+++ Records shown
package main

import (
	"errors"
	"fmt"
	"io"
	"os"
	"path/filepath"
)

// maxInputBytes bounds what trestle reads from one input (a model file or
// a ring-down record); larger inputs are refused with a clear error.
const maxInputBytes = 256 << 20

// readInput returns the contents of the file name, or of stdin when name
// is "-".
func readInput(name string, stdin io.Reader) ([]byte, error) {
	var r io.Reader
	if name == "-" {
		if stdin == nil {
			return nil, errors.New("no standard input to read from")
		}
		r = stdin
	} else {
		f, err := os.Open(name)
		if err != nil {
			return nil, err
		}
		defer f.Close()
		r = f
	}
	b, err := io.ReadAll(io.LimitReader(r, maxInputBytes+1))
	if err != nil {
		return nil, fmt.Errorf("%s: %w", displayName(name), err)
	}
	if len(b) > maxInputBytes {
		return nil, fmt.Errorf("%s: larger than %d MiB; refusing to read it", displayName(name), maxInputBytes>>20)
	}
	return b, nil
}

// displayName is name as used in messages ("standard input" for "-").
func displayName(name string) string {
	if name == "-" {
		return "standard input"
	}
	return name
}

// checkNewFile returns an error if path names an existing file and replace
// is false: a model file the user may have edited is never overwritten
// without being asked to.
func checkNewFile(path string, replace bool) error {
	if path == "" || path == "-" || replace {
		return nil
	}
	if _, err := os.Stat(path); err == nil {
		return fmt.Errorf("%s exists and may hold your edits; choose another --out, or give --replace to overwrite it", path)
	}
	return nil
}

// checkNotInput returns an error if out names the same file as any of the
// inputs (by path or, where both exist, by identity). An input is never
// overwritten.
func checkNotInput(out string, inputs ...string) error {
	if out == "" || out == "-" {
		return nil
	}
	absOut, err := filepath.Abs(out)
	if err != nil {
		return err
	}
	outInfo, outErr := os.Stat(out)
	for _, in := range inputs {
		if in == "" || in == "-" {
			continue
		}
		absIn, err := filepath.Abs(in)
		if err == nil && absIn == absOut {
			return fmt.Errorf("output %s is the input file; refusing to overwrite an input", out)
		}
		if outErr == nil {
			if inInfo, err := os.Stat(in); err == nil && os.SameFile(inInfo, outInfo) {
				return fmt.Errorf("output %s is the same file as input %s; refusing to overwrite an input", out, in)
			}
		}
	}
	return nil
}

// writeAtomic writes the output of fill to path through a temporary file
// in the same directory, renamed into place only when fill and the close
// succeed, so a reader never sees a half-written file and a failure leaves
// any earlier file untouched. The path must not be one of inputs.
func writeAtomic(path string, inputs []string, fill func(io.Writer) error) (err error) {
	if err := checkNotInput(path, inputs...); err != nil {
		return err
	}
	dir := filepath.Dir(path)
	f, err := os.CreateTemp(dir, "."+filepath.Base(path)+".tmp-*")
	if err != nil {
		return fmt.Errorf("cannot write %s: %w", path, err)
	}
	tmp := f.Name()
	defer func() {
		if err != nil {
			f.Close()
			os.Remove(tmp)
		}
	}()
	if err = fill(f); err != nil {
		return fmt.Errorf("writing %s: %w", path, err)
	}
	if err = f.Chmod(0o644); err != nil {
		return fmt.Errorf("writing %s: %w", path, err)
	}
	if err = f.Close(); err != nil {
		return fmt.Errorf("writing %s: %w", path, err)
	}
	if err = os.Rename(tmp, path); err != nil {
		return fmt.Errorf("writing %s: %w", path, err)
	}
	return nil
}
++++++
+++ Records shown
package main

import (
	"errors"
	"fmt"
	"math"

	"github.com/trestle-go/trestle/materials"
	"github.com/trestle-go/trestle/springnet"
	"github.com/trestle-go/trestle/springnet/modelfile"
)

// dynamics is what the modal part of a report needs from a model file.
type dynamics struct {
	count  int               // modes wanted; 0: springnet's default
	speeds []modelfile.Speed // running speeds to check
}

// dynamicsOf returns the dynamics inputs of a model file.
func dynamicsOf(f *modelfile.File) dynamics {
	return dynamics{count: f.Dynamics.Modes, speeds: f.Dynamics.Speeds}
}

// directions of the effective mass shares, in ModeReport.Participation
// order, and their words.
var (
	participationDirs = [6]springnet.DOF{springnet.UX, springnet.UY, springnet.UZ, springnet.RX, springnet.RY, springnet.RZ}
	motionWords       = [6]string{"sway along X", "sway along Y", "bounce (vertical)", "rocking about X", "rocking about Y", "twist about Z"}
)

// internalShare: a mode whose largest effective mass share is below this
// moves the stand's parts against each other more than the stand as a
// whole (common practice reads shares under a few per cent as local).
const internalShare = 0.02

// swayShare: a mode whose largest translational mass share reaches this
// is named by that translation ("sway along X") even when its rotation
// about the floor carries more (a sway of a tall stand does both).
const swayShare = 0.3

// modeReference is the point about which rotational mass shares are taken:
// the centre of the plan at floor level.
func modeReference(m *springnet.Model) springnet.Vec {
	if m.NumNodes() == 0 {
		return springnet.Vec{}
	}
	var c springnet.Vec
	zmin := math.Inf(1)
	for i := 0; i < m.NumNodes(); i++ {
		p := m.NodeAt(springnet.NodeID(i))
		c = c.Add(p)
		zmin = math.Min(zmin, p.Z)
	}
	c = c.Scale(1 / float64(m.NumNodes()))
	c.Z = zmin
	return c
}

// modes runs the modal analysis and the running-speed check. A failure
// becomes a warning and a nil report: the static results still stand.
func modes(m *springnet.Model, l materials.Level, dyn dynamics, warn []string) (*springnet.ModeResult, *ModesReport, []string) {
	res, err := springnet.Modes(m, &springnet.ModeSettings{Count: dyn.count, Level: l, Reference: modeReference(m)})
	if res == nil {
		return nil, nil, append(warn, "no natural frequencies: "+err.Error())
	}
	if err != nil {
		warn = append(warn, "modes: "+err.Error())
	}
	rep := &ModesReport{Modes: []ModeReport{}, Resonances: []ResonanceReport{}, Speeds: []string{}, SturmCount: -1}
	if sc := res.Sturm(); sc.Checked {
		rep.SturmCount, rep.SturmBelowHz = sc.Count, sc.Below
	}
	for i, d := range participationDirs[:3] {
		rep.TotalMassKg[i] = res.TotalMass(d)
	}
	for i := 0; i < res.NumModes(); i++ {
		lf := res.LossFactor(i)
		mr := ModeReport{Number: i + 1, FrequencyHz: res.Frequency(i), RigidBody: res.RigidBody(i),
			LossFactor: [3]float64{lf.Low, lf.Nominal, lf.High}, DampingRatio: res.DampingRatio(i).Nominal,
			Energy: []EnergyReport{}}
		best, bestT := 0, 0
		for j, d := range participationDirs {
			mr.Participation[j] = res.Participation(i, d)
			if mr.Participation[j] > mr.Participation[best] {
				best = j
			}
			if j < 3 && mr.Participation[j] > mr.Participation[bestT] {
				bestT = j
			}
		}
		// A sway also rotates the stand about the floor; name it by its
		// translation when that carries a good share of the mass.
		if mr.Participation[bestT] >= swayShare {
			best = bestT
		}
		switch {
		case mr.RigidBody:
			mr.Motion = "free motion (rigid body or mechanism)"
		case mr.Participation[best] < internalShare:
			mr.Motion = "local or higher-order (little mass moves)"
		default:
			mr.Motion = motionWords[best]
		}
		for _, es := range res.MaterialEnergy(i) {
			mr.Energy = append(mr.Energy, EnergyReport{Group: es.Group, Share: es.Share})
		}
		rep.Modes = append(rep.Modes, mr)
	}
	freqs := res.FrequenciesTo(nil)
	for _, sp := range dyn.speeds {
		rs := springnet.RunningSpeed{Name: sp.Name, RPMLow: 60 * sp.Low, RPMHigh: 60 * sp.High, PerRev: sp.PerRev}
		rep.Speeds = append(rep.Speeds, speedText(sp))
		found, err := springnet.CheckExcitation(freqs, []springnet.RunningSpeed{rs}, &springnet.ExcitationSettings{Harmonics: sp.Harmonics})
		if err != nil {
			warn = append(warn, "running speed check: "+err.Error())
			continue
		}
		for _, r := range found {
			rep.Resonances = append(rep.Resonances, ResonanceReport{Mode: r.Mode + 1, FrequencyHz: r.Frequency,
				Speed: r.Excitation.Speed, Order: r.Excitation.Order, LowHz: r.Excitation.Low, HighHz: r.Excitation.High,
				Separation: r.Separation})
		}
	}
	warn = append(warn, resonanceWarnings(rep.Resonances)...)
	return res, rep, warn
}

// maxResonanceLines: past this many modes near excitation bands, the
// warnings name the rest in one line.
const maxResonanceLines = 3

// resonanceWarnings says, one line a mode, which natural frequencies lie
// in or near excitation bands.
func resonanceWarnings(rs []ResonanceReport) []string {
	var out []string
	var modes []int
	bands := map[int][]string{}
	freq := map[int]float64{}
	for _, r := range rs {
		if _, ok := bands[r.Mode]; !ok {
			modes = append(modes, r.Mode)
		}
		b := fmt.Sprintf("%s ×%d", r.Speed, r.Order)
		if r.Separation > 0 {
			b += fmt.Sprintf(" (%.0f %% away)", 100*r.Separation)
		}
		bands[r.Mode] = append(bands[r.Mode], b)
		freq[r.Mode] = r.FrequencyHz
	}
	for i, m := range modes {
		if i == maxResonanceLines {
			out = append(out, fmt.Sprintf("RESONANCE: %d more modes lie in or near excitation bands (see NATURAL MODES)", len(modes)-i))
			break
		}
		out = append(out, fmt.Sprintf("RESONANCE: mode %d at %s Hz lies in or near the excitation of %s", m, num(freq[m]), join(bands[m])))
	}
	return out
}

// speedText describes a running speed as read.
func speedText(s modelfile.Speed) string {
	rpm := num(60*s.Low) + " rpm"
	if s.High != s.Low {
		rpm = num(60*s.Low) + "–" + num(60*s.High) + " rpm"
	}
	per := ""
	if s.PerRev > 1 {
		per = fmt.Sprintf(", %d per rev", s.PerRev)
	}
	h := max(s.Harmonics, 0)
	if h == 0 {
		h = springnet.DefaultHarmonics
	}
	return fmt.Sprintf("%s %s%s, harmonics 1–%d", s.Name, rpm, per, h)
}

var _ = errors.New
++++++
Using the data above, print exactly the lines from the line that contains "freqs := res.FrequenciesTo(nil)" through the line that contains "const maxResonanceLines = 3", with both included.

	freqs := res.FrequenciesTo(nil)
	for _, sp := range dyn.speeds {
		rs := springnet.RunningSpeed{Name: sp.Name, RPMLow: 60 * sp.Low, RPMHigh: 60 * sp.High, PerRev: sp.PerRev}
		rep.Speeds = append(rep.Speeds, speedText(sp))
		found, err := springnet.CheckExcitation(freqs, []springnet.RunningSpeed{rs}, &springnet.ExcitationSettings{Harmonics: sp.Harmonics})
		if err != nil {
			warn = append(warn, "running speed check: "+err.Error())
			continue
		}
		for _, r := range found {
			rep.Resonances = append(rep.Resonances, ResonanceReport{Mode: r.Mode + 1, FrequencyHz: r.Frequency,
				Speed: r.Excitation.Speed, Order: r.Excitation.Order, LowHz: r.Excitation.Low, HighHz: r.Excitation.High,
				Separation: r.Separation})
		}
	}
	warn = append(warn, resonanceWarnings(rep.Resonances)...)
	return res, rep, warn
}

// maxResonanceLines: past this many modes near excitation bands, the
// warnings name the rest in one line.
const maxResonanceLines = 3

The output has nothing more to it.